# X850 XT GraKa-Problem



## MontyBurns (27. Januar 2006)

Hallo,

habe folgendes Problem, habe in mein System (AMD 3000+, XP Pro, NT 420W,K8N Neo3) eine neue Grafikkarte (Powercoler x850 xt, PCIE) eingebaut. Habe erst die mitgelieferten treiber, dann die neuesten treiber installiert und ausprobiert. Trotzdem bricht die Graka bei hohen belastungen (3dmark, quake 4, doom3) trotz guter fps zusammen.
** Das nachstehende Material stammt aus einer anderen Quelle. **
//! Stages: individuals survive, advance and breed by the stage they are in.
//!
//! The mean of a step is the projection matrix times the counts, exactly: survival is a multinomial over fates, and young
//! enter the first stage.

mod matrix_form;
mod table_form;

use std::sync::Arc;

use super::{LocalModel, Pressure, add};
use crate::demography::density::Density;
use crate::demography::{LifeHistory, ProjectionMatrix, Rate, Stage};
use crate::mistake::Mistake;
use crate::random::{PlaceKey, Purpose, binomial, poisson};
use crate::study::{Said, Table};

/// How many young a breeding individual has.
#[derive(Debug, Clone, Copy, PartialEq, Eq)]
enum Young {
    /// a Poisson number with fecundity as its mean
    Poisson,
    /// one with fecundity as its probability, else none
    AtMostOne,
}

/// Where the survivors of a stage go.
#[derive(Debug, Clone, PartialEq)]
struct Fates {
    /// target stages with the probability of each among survivors not yet placed; the last takes the rest
    shares: Vec<(usize, f64)>,
}

/// What the two ways of writing a life cycle, rows or a matrix, both come down to.
struct Cycle {
    stages: Vec<Stage>,
    survival: Vec<Rate>,
    /// `fate_shares[from][to]`, each row summing to 1, or all 0 where nothing survives
    fate_shares: Vec<Vec<f64>>,
    fecundity: Vec<Rate>,
    emigration_said: Option<Said<f64>>,
}

#[derive(Debug)]
struct Stages {
    fates: Vec<Fates>,
    young: Young,
}

impl LocalModel for Stages {
    fn step(&self, counts: &mut [u32], rates: &[f64], pressure: Pressure, place: PlaceKey, next: &mut [u32]) -> bool {
        let (survival, fecundity) = rates.split_at(counts.len());
        next.fill(0);
        let mut over = false;
        for (stage, fates) in self.fates.iter().enumerate() {
            let count = counts[stage];
            if count == 0 || fates.shares.is_empty() {
                continue;
            }
            let chance = survival[stage] * pressure.survival;
            let mut left = binomial(&mut place.draw(Purpose::Fates(stage as u32)), count, chance);
            let (last, others) = fates.shares.split_last().expect("a stage with survivors has a fate");
            if !others.is_empty() {
                let mut stream = place.draw(Purpose::Advance(stage as u32));
                for (to, share) in others {
                    let moved = binomial(&mut stream, left, *share);
                    over |= add(&mut next[*to], moved);
                    left -= moved;
                }
            }
            over |= add(&mut next[last.0], left);
        }
        let born = self.born(counts, fecundity, pressure.fecundity, place);
        over |= born == u32::MAX;
        over |= add(&mut next[0], born);
        counts.copy_from_slice(next);
        over
    }

    fn young_in_words(&self) -> String {
        match self.young {
            Young::Poisson => "the number of young is Poisson".to_owned(),
            Young::AtMostOne => "each individual has one young or none".to_owned(),
        }
    }
}

impl Stages {
    /// The young of all stages; the largest count stands for all that would pass it.
    fn born(&self, counts: &[u32], fecundity: &[f64], pressure: f64, place: PlaceKey) -> u32 {
        match self.young {
            // A sum of independent Poisson numbers is Poisson: one draw for all stages.
            Young::Poisson => {
                let mean: f64 = counts.iter().zip(fecundity).map(|(count, rate)| f64::from(*count) * rate).sum();
                poisson(&mut place.draw(Purpose::Young(0)), mean * pressure)
            }
            Young::AtMostOne => counts
                .iter()
                .zip(fecundity)
                .enumerate()
                .filter(|(_, (count, rate))| **count > 0 && **rate > 0.0)
                .map(|(stage, (count, rate))| {
                    binomial(&mut place.draw(Purpose::Young(stage as u32)), *count, rate * pressure)
                })
                .fold(0, u32::saturating_add),
        }
    }
}

/// Reads the life cycle, as rows or as a whole matrix, and what stands beside it.
pub(super) fn read(table: &Table<'_>) -> Option<LifeHistory> {
    let individuals = table.choice("individuals", &[("females", "females"), ("individuals", "individuals")]);
    let young = if table.has("young") {
        table.choice("young", &[("poisson", Young::Poisson), ("at most one", Young::AtMostOne)]).map(|said| said.value)
    } else {
        Some(Young::Poisson)
    };
    let cycle = match (table.has("stage"), table.has("matrix")) {
        (_, true) => matrix_form::read(table, young.unwrap_or(Young::Poisson)),
        (true, false) => table_form::read(table, young.unwrap_or(Young::Poisson)),
        (false, false) => {
            table.missing("stage", "stages, each under [[life_history.stage]], or a whole matrix = [[..], ..]");
            None
        }
    };
    let matrix = cycle.as_ref().map(projection_matrix);
    let density = Density::read(table, matrix.as_ref(), false);
    let (cycle, matrix, density) = (cycle?, matrix?, density?);
    if density.ceiling {
        refuse_partial_weights(table, &cycle.stages)?;
    }
    let fates = cycle.fate_shares.iter().map(|shares| fates(shares)).collect();
    let rates = cycle.survival.into_iter().chain(cycle.fecundity).collect();
    Some(LifeHistory {
        kind: "stages",
        individuals: individuals.map_or("individuals", |said| said.value).to_owned(),
        stages: cycle.stages,
        rates,
        matrix,
        density,
        model: Arc::new(Stages { fates, young: young? }),
        emigration_said: cycle.emigration_said,
        occupancy: None,
    })
}

fn projection_matrix(cycle: &Cycle) -> ProjectionMatrix {
    let mut matrix = ProjectionMatrix::zero(cycle.stages.len());
    for (from, shares) in cycle.fate_shares.iter().enumerate() {
        for (to, share) in shares.iter().enumerate() {
            matrix.fates[(to, from)] = cycle.survival[from].mean * share;
        }
        matrix.young[(0, from)] = cycle.fecundity[from].mean;
    }
    matrix
}

fn fates(shares: &[f64]) -> Fates {
    let mut left = 1.0;
    let mut targets = Vec::new();
    for (to, share) in shares.iter().enumerate().filter(|(_, share)| **share > 0.0) {
        targets.push((to, (share / left).min(1.0)));
        left -= share;
    }
    Fates { shares: targets }
}

/// A ceiling removes whole individuals, so that each either counts or does not.
#[expect(clippy::float_cmp, reason = "the weights 0 and 1 are written, not computed")]
fn refuse_partial_weights(table: &Table<'_>, stages: &[Stage]) -> Option<()> {
    let partial: Vec<&Stage> =
        stages.iter().filter(|stage| stage.toward_capacity != 0.0 && stage.toward_capacity != 1.0).collect();
    for stage in &partial {
        let found = format!("life_history.{}.toward_capacity = {}", stage.name, stage.toward_capacity);
        let mistake = Mistake::new(table.place().clone(), found, "0 or 1 under density_dependence form \"ceiling\"");
        table.document().mistake(mistake);
    }
    partial.is_empty().then_some(())
}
Teilweise muß ich dann das system neu starten, teilweise startet sich die Graka wieder von selber und bringt dann die meldung "Vpu-Recover hat ihren Grafikbeschleuniger zurückgesetzt, da dieser nicht mehr auf die Befehle des Bildschirmtreibers reagierte".
Wär nett wenn mir jemand helfen kann.

grüße
Monty


----------



## chmee (27. Januar 2006)

Netzteil genug Reserven ? Eigene Stromleitung nur für GPU ? mfg chmee


----------



## Gudy (27. Januar 2006)

würde auch schauen ob das Netzteil genug leistung liefert, wie viel hat es denn?
ich denk mal das es ein GK tausch war, würde einfach alle treiber deinstallieren, am besten im abgesichertem Modus und dann noch ein tool nutzen was treiber reste findet und dann neu installieren. Auch wenn ich nicht denk das das helfen wird *gg*


----------



## MontyBurns (28. Januar 2006)

Hallo allerseits.

Vielen Dank für die Hilfe .. das Netzteil hat 420 Watt - werde das mal aufstocken und hoffen, dass es daran gelegen hat.

grüße
Monty


----------